__The task__: Only lines holding the word "already" are wanted from the records; copy all of them.

__Dataset records__:

┌──

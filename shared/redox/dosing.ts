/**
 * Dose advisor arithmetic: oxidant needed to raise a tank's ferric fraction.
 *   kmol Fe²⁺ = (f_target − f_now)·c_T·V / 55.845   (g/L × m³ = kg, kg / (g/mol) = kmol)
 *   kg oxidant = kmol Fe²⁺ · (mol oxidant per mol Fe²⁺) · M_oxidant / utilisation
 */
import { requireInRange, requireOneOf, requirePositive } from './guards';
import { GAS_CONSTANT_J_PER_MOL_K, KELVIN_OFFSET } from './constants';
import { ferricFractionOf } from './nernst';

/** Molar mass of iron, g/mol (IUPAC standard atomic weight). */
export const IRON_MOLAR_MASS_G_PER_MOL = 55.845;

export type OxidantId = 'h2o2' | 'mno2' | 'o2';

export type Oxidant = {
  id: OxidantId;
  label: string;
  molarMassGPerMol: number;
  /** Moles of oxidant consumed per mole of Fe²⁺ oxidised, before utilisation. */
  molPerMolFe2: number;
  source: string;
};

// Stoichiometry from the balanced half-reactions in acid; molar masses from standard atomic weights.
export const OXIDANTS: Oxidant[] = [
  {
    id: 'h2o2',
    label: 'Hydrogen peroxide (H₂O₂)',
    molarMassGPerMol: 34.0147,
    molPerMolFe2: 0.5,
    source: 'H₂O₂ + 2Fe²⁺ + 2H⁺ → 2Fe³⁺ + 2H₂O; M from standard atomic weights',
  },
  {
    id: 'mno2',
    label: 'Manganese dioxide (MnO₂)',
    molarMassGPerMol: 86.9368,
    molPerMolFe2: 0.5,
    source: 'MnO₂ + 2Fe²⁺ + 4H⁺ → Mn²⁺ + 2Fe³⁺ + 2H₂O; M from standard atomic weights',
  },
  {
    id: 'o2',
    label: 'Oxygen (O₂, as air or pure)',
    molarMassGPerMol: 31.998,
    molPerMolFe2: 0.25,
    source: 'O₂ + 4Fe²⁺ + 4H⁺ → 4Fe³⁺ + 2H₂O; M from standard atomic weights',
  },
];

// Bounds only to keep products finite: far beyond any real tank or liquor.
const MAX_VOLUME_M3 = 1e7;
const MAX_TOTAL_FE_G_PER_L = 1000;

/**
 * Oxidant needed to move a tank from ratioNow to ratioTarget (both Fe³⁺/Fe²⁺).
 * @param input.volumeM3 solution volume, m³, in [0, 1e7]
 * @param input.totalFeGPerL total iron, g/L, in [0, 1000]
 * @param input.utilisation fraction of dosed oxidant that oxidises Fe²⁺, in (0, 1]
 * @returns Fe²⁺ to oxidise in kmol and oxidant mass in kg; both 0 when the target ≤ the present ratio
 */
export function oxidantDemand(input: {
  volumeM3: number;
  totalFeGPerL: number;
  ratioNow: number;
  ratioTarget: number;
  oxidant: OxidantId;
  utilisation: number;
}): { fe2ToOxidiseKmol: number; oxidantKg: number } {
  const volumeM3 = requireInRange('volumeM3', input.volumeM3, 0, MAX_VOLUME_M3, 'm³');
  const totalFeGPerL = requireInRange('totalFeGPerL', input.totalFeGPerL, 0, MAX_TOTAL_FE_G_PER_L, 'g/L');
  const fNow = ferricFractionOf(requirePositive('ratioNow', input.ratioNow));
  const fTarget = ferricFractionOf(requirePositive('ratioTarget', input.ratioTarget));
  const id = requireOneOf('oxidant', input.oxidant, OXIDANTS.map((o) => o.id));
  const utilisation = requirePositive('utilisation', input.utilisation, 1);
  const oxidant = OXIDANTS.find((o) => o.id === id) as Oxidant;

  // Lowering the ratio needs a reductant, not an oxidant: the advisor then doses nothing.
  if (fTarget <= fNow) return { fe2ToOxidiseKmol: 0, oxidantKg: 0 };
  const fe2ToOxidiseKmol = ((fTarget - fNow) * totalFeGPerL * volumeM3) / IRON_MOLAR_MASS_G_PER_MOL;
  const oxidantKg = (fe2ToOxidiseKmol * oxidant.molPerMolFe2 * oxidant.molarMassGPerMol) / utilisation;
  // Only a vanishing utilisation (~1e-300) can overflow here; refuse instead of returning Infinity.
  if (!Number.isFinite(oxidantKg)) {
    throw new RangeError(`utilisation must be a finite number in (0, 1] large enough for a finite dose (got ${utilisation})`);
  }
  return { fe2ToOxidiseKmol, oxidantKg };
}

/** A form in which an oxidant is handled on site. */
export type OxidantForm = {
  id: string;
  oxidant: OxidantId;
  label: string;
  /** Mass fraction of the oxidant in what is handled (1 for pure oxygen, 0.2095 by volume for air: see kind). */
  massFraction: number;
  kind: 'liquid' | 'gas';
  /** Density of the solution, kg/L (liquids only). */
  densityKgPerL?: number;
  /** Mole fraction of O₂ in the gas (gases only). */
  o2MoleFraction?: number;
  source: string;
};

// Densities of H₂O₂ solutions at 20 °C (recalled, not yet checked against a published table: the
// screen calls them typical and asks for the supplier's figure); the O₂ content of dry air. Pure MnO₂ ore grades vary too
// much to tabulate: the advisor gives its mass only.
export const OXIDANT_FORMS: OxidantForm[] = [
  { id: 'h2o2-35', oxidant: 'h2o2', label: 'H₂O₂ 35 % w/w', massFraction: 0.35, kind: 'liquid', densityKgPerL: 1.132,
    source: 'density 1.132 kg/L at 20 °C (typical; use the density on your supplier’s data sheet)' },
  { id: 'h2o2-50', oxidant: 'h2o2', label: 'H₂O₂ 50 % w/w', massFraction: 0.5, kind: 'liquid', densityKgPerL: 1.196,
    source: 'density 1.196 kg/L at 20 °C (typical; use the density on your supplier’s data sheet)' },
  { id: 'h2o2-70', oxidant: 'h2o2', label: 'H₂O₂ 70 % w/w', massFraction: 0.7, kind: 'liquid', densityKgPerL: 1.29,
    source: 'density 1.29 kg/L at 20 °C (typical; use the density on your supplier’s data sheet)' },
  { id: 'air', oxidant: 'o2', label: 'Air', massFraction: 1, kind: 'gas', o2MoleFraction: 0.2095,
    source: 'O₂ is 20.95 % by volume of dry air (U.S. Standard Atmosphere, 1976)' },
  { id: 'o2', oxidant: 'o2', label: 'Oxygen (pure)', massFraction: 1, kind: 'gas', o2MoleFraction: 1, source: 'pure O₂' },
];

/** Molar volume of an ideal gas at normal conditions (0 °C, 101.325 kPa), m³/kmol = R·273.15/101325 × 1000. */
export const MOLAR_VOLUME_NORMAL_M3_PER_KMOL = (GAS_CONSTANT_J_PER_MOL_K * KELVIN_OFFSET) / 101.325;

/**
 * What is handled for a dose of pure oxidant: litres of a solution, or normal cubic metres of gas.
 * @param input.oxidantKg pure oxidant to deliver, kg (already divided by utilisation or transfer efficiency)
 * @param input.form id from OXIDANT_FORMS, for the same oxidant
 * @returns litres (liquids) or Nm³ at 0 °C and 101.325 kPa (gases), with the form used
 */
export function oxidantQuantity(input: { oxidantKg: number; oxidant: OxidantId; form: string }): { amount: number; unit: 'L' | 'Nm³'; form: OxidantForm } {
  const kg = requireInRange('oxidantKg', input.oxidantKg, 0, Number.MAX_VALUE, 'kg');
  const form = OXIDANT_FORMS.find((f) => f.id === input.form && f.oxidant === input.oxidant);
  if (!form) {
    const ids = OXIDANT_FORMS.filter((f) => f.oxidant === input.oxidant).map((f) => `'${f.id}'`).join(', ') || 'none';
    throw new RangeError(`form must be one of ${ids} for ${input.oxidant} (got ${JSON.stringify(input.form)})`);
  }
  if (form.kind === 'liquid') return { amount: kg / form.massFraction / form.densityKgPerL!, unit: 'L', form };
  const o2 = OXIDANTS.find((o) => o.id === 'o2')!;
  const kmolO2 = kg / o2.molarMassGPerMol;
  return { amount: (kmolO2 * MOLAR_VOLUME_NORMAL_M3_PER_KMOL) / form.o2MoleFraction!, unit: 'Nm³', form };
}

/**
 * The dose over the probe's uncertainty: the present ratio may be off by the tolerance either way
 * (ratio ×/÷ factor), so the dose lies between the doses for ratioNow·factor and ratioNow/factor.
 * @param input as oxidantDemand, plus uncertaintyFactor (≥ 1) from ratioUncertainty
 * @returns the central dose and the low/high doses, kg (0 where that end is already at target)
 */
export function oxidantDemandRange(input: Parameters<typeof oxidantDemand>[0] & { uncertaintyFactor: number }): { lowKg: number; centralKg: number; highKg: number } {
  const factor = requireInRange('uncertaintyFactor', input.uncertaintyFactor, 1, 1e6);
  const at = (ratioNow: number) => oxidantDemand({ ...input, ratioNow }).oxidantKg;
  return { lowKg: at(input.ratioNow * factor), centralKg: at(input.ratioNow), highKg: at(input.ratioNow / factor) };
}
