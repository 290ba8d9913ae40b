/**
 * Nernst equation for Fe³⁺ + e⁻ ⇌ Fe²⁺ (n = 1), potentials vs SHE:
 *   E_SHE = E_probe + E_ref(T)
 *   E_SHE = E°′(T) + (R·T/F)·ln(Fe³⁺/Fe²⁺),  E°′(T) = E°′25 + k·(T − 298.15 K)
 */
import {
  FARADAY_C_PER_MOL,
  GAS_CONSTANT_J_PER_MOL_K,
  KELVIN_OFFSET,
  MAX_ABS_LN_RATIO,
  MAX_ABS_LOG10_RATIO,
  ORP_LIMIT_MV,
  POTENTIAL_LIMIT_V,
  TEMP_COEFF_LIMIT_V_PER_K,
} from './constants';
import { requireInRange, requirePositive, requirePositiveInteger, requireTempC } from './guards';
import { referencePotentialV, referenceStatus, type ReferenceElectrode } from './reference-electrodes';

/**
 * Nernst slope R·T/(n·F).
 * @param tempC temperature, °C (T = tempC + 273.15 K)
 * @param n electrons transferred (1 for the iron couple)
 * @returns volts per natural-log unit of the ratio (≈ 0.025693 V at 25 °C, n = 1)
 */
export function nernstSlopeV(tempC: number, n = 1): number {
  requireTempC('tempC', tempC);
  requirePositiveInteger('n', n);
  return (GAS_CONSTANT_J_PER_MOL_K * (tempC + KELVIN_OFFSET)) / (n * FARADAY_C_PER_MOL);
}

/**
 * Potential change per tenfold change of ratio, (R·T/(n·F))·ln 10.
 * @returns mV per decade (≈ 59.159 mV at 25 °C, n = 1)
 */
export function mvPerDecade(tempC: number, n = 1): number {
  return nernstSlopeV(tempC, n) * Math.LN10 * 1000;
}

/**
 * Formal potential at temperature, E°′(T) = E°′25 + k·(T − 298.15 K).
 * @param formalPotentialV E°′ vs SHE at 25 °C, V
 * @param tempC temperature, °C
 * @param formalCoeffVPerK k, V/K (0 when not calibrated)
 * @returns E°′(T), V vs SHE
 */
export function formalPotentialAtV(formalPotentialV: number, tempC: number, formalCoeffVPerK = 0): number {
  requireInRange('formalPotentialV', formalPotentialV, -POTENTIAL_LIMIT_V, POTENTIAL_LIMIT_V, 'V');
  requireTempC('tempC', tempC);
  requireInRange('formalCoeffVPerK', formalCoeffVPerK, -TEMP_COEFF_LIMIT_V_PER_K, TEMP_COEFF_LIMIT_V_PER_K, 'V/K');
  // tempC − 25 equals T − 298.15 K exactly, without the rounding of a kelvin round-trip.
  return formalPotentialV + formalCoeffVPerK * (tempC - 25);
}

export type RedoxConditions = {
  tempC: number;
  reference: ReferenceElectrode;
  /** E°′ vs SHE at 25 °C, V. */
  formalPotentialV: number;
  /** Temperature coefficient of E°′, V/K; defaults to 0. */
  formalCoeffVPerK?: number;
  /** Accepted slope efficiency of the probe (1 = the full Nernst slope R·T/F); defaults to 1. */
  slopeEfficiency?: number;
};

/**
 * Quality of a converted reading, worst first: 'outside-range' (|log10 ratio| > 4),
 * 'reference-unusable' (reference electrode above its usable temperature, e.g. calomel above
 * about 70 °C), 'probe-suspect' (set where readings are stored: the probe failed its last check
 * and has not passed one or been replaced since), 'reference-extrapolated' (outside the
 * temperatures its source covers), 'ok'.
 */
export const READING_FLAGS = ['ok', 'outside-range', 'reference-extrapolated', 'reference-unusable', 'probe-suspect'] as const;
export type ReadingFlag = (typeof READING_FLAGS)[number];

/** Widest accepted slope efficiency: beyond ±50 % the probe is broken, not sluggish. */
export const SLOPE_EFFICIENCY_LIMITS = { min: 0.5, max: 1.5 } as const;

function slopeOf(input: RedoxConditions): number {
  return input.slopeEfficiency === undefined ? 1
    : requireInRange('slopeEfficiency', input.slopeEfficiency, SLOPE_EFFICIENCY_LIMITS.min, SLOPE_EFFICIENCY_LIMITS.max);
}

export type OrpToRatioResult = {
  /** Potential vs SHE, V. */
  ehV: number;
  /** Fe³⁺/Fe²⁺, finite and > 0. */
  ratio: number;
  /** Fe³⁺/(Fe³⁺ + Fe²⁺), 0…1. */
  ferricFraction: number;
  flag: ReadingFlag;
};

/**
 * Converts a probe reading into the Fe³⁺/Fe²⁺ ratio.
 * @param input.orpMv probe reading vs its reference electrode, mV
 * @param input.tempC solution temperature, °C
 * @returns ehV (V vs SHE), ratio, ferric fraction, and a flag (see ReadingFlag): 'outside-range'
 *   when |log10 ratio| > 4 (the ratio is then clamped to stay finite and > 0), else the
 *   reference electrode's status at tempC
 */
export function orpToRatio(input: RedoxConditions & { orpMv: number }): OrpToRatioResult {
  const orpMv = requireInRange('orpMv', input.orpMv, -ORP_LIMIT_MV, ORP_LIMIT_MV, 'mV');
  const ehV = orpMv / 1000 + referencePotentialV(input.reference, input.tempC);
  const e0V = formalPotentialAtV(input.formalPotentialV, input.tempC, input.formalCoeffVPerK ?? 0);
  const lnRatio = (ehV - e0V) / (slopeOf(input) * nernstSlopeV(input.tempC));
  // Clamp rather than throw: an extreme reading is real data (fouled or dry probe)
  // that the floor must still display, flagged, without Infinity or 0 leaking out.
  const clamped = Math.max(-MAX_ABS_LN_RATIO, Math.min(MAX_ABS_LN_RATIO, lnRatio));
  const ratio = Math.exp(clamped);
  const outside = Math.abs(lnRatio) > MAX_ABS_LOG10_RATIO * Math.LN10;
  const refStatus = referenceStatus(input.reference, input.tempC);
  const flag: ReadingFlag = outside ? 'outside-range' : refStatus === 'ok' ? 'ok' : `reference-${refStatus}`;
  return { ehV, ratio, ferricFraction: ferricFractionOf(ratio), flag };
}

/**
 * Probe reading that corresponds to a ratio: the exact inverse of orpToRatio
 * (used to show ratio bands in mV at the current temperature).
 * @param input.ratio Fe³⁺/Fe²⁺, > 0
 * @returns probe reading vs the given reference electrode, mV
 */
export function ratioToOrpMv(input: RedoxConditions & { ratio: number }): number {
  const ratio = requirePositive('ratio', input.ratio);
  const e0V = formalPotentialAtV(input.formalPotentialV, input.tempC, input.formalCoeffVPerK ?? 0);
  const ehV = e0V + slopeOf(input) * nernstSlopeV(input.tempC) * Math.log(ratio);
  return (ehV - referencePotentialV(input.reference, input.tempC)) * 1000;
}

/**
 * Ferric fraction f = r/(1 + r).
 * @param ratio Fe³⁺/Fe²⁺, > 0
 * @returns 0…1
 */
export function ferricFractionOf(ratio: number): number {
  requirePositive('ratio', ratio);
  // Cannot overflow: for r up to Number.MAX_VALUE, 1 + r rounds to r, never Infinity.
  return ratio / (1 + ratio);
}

└──

__Answer to the problem__:
 * @param input.oxidantKg pure oxidant to deliver, kg (already divided by utilisation or transfer efficiency)
 * @returns the central dose and the low/high doses, kg (0 where that end is already at target)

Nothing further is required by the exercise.